_Stored items_:
--------------------------------
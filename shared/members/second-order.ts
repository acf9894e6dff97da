import type { Quantity } from '../calc/quantity.ts';
import type { Recorder } from '../calc/recorder.ts';
import {
  amplifiedMoment,
  belowCriticalLoad,
  criticalLoad,
  multiplierB1,
} from '../standards/aisc360-22/app8.ts';
import { c2Formulas, stiffnessReduction } from '../standards/aisc360-22/c2.ts';
import { clause } from '../standards/aisc360-22/writer.ts';
import {
  type EndMoments,
  endMomentFormulas,
  endMoments,
} from '../standards/elastic-theory/end-moments.ts';
import { largestMoment, type SecondOrder } from '../standards/elastic-theory/second-order.ts';
import { clause as theory } from '../standards/elastic-theory/writer.ts';
import type { ResolvedCombination, ResolvedInput } from './resolved.ts';

export type Axis = 'x' | 'y';
export const AXES: readonly Axis[] = ['x', 'y'];
const WORD = { x: 'major', y: 'minor' } as const;

/** What the axial force does to the stiffness; the same for both planes. */
export interface AxialState {
  readonly Pr: Quantity;
  readonly alpha: Quantity;
  /** null: no reduced stiffness is used; 'failed': none is left. */
  readonly taub: Quantity | null | 'failed';
}

/** Required moment of one plane and what the sheet shows beside it. */
export interface PlaneResult {
  readonly state: 'none' | 'done' | 'failed' | 'outside scope';
  /** Required strength; null unless done. */
  readonly Mr: Quantity | null;
  readonly ends: EndMoments | null;
  readonly exact: SecondOrder | null;
  /** B1 times the larger end moment, where it was computed. */
  readonly code: Quantity | null;
}

const NONE: PlaneResult = { state: 'none', Mr: null, ends: null, exact: null, code: null };

/** Whether a combination bends the member in a plane. */
export const bends = (c: ResolvedCombination, axis: Axis): boolean => {
  const { A, B, max } = c.moments[axis];
  return A.value !== 0 || B.value !== 0 || (max?.value ?? 0) !== 0;
};

export interface Plane {
  readonly axis: Axis;
  readonly L: Quantity;
  readonly E: Quantity;
  readonly I: Quantity;
  /** The plane is held between the member's ends (buckling length below the length). */
  readonly heldBetween: boolean;
  readonly sense: 'bending' | 'joint';
}

/** C2.1(d) and C2.3(b): α, and τb where the analysis is direct. Pr is above zero. */
export function axialState(
  r: Recorder,
  input: ResolvedInput,
  Pr: Quantity,
  alpha: Quantity,
  Pns: Quantity | null,
): AxialState {
  if (input.analysis.method !== 'direct' || !Pns) return { Pr, alpha, taub: null };
  r.section('C2', 'Stiffness of the direct analysis', clause('C2.3'));
  return { Pr, alpha, taub: stiffnessReduction(r, alpha, Pr, Pns) ?? 'failed' };
}

/** Required moment of one plane under one combination; `axial` is null when there is no axial force. */
export function requiredMoment(
  r: Recorder,
  input: ResolvedInput,
  c: ResolvedCombination,
  plane: Plane,
  axial: AxialState | null,
): PlaneResult {
  const { axis } = plane;
  if (!bends(c, axis)) return NONE;
  const { secondOrder, includesMemberEffect } = input.analysis;
  const at = `theory/${axis}`;
  r.section(`theory/${axis}`, `Required moment, ${WORD[axis]} axis`, clause('App. 8'));
  const given = c.moments[axis];
  const moment = (end: 'A' | 'B') =>
    r.given(`given/M${axis}${end}`, `M${axis}${end}`, 'moment', given[end], {
      title: `Moment at end ${end}, ${WORD[axis]} axis`,
    });
  const ends = endMoments(r, at, axis, { MA: moment('A'), MB: moment('B'), sense: plane.sense });
  const outside = (code: string, text: string, title: string): PlaneResult => {
    r.notice(`${at}/outside`, 'outside scope', code, text, { title, clause: clause('App. 8.1.2') });
    return { ...NONE, state: 'outside scope', ends };
  };

  if (plane.heldBetween)
    return outside(
      'held-within-bending-plane',
      `The buckling length about the ${WORD[axis]} axis is shorter than the member, which bends in that plane: it is continuous over the points that hold it. Moments there are not given, so the second-order moment is not computed. Where the buckling length is shorter because the ends are held against rotation, give the length of the member: the end moments carry that restraint.`,
      `Held within the plane of ${WORD[axis]}-axis bending`,
    );
  const largest = given.max
    ? r.formula(
        endMomentFormulas.size,
        `${at}/absMax`,
        {
          M: r.given(`given/M${axis}Max`, `M${axis}Max`, 'moment', given.max, {
            title: `Largest moment, ${WORD[axis]} axis`,
          }),
        },
        { title: 'Size of the given largest moment', symbol: `absM${axis}Max` },
      )
    : null;
  if (largest && secondOrder !== 'from-analysis')
    return outside(
      'transverse-load',
      'A largest moment is given beside the end moments, so the member carries load between its ends. Amplifying it is outside the scope of this version: give second-order moments from an analysis.',
      'Load between the ends',
    );

  if (axial && largest && !includesMemberEffect && largest.value > ends.M2.value)
    return outside(
      'transverse-load',
      'The given largest moment exceeds both end moments, so the member carries load between its ends. The analysis leaves out the effect of the axial force between the ends, and without the load it cannot be added here: give moments from an analysis that includes it.',
      'Load between the ends',
    );

  const solved = axial
    ? solve(r, plane, axial, ends, secondOrder === 'from-analysis' && includesMemberEffect)
    : null;
  if (solved === 'failed') return { ...NONE, state: 'failed', ends };
  const { exact, code } = solved ?? { exact: null, code: null };

  const required = (): Quantity => {
    if (secondOrder === 'from-analysis') {
      const candidates = [
        ends.absA,
        ends.absB,
        ...(largest ? [largest] : []),
        ...(!includesMemberEffect && exact ? [exact.Mmax] : []),
      ];
      const Mr = r.governing(`${at}/Mr`, 'max', candidates, {
        title: `Required moment, ${WORD[axis]} axis: the largest ${includesMemberEffect ? 'given' : 'of the given and the second-order one'}`,
        symbol: `Mr${axis}`,
      });
      if (includesMemberEffect && exact) besideAnalysis(r, axis, Mr, exact.Mmax);
      return Mr;
    }
    if (!exact || !code) return ends.M2;
    const [used, other] = secondOrder === 'exact' ? [exact.Mmax, code] : [code, exact.Mmax];
    compare(r, axis, code, used, other);
    return used;
  };
  return { state: 'done', Mr: required(), ends, exact, code };
}

/** EI*, Pe1, the exact solution and the code's amplified moment; 'failed' at the critical load. */
function solve(
  r: Recorder,
  { axis, L, E, I }: Plane,
  { Pr, alpha, taub }: AxialState,
  ends: EndMoments,
  complete: boolean,
): { exact: SecondOrder | null; code: Quantity | null } | 'failed' {
  if (taub === 'failed') return complete ? { exact: null, code: null } : 'failed';
  const { psi, M2, largerEnd } = ends;
  if (complete && !psi) return { exact: null, code: null };
  const named = { symbol: `EIstar${axis}` };
  const EIstar = taub
    ? r.formula(c2Formulas.reducedRigidity, `C2/${axis}/EI`, { taub, E, I }, named)
    : r.formula(c2Formulas.nominalRigidity, `C2/${axis}/EI`, { E, I }, named);
  const Pe1 = criticalLoad(r, axis, EIstar, L);
  if (complete && alpha.value * Pr.value >= Pe1.value) {
    r.notice(
      `theory/${axis}/beyond`,
      'caution',
      'beyond-pin-ended-critical-load',
      'The axial force reaches the critical load of the member with pinned ends. The moments come from a complete second-order analysis, which may hold it by its ends; no comparison with the pin-ended solution is possible.',
      {
        title: `Critical load of pinned ends reached, ${WORD[axis]} axis`,
        clause: clause('App. 8.1.2'),
      },
    );
    return { exact: null, code: null };
  }
  if (!belowCriticalLoad(r, axis, alpha, Pr, Pe1)) return 'failed';
  if (!psi) return { exact: null, code: null };
  const exact = largestMoment(r, `theory/${axis}`, axis, {
    alpha,
    Pr,
    EIstar,
    L1: L,
    Pe1,
    M2,
    psi,
    largerEnd,
  });
  const B1 = multiplierB1(r, axis, { alpha, Pr, Pe1, psi });
  return { exact, code: amplifiedMoment(r, axis, B1, M2) };
}

/** The code's moment may be lower than the exact one by this share before the sheet cautions. */
const LOWER_BY = 0.05;
/** An exact moment above the analysis's largest by this share is cautioned. */
const ABOVE_BY = 0.02;

function compare(r: Recorder, axis: Axis, code: Quantity, used: Quantity, other: Quantity): void {
  const difference = r.comparison(
    `theory/${axis}/comparison`,
    used,
    other,
    used === code
      ? "The standard's amplified moment, used here, is {difference} the exact elastic one."
      : "The exact elastic moment, used here, is {difference} the standard's amplified one.",
    { title: `Amplified and exact moment, ${WORD[axis]} axis`, clause: theory('1.2') },
  );
  if (used === code && difference < -LOWER_BY)
    r.notice(
      `theory/${axis}/lower`,
      'caution',
      'code-moment-lower',
      "The standard's amplified moment is more than 5 % below the exact elastic one. Where the interaction is checked, its utilisation with the exact moment stands beside it.",
      {
        title: `Amplified moment below the exact one, ${WORD[axis]} axis`,
        clause: clause('App. 8.1.2', 'A-8-3'),
      },
    );
}

function besideAnalysis(r: Recorder, axis: Axis, given: Quantity, exact: Quantity): void {
  const difference = r.comparison(
    `theory/${axis}/comparison`,
    given,
    exact,
    'The largest given moment is {difference} the exact elastic one between the given end moments.',
    { title: `Given and exact moment, ${WORD[axis]} axis`, clause: theory('1.2') },
  );
  if (1 / (1 + difference) - 1 > ABOVE_BY)
    r.notice(
      `theory/${axis}/above`,
      'caution',
      'analysis-moment-lower',
      'Between the given end moments the exact elastic solution is more than 2 % above the largest given moment: see whether the analysis divided the member finely enough.',
      {
        title: `Exact moment above the given one, ${WORD[axis]} axis`,
        clause: clause('C2.1'),
      },
    );
}
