import type { GivenValue, Quantity } from '../calc/quantity.ts';
import type { Recorder } from '../calc/recorder.ts';
import type { SectionSizes, Wall } from '../sections/sizes.ts';
import { designWall, wallSlenderness } from '../standards/aisc360-22/b4-wall.ts';
import { clause } from '../standards/aisc360-22/writer.ts';
import { platesBox } from '../standards/section-properties/plates-box.ts';
import { platesI } from '../standards/section-properties/plates-i.ts';
import { platesMonoI } from '../standards/section-properties/plates-mono-i.ts';
import { rectangularTube, roundTube } from '../standards/section-properties/tube.ts';
import type { ResolvedSteel } from './material.ts';
import type { SectionQuantities } from './section-quantities.ts';

/** The sizes as given and every property by its formula; welds and fillets left out. */
export function sizedSectionLines(
  r: Recorder,
  sizes: SectionSizes,
  steel: ResolvedSteel,
): SectionQuantities {
  const given = (symbol: string, title: string, size: GivenValue): Quantity =>
    r.given(`section/${symbol}`, symbol, 'length', size, { title });
  switch (sizes.shape) {
    case 'i': {
      const q = {
        d: given('d', 'Depth', sizes.d),
        bf: given('bf', 'Flange width', sizes.bf),
        tf: given('tf', 'Flange thickness', sizes.tf),
        tw: given('tw', 'Web thickness', sizes.tw),
      };
      return { kind: 'i', made: 'built-up', ...q, ...platesI(r, q) };
    }
    case 'mono-i': {
      const q = {
        d: given('d', 'Depth', sizes.d),
        bftop: given('bftop', 'Width of the top flange', sizes.bfTop),
        tftop: given('tftop', 'Thickness of the top flange', sizes.tfTop),
        bfbot: given('bfbot', 'Width of the bottom flange', sizes.bfBottom),
        tfbot: given('tfbot', 'Thickness of the bottom flange', sizes.tfBottom),
        tw: given('tw', 'Web thickness', sizes.tw),
      };
      return { kind: 'mono-i', made: 'built-up', d: q.d, tw: q.tw, ...platesMonoI(r, q) };
    }
    case 'box': {
      const q = {
        B: given('B', 'Outside width', sizes.B),
        d: given('d', 'Outside depth', sizes.d),
        tf: given('tf', 'Flange thickness', sizes.tf),
        tw: given('tw', 'Web thickness', sizes.tw),
      };
      const square = sizes.B.value === sizes.d.value && sizes.tf.value === sizes.tw.value;
      const { tf, tw, d } = q;
      return { kind: 'box', square, tf, tw, d, ...platesBox(r, q) };
    }
    case 'tube': {
      const B = given('B', 'Outside width', sizes.B);
      const Ht = given('Ht', 'Outside height', sizes.Ht);
      const t = wallThickness(r, sizes, steel);
      const Ro = sizes.Ro && given('Ro', 'Outside corner radius', sizes.Ro);
      if (!Ro)
        r.notice(
          'section/corner',
          'note',
          'corner-radius-not-known',
          'The corner radius is not given: 2t outside for the properties, and flat widths of the outside size less 3t.',
          { title: 'Corner radius', clause: clause('B4.1b') },
        );
      const { flats, ...properties } = rectangularTube(r, { B, Ht, t }, Ro);
      const known = Ro ? flats : null;
      const lambdab = wallSlenderness(r, 'b', { flat: known?.b ?? null, outside: B, t });
      const lambdah = wallSlenderness(r, 'h', { flat: known?.h ?? null, outside: Ht, t });
      const square = B.value === Ht.value;
      return { kind: 'rect-hss', square, B, Ht, t, lambdab, lambdah, ...properties };
    }
    case 'round': {
      const D = given('D', 'Outside diameter', sizes.D);
      const t = wallThickness(r, sizes, steel);
      return { kind: 'round', D, t, ...roundTube(r, { D, t }) };
    }
  }
}

/** The design wall thickness as given, or by B4.2 from the nominal one and the steel. */
function wallThickness(
  r: Recorder,
  { t, wall }: { readonly t: GivenValue; readonly wall: Wall },
  steel: ResolvedSteel,
): Quantity {
  if (wall === 'design')
    return r.given('section/t', 't', 'length', t, { title: 'Design wall thickness' });
  const tnom = r.given('section/tnom', 'tnom', 'length', t, { title: 'Nominal wall thickness' });
  return designWall(r, tnom, steel.kind === 'grade' ? steel.steel.title : steel.name);
}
--------------------------------
_EXERCISE BRIEF_: What is the number of lines above that contain the word "named"? Answer with that number only.

_ANSWER TO THE EXERCISE_: 3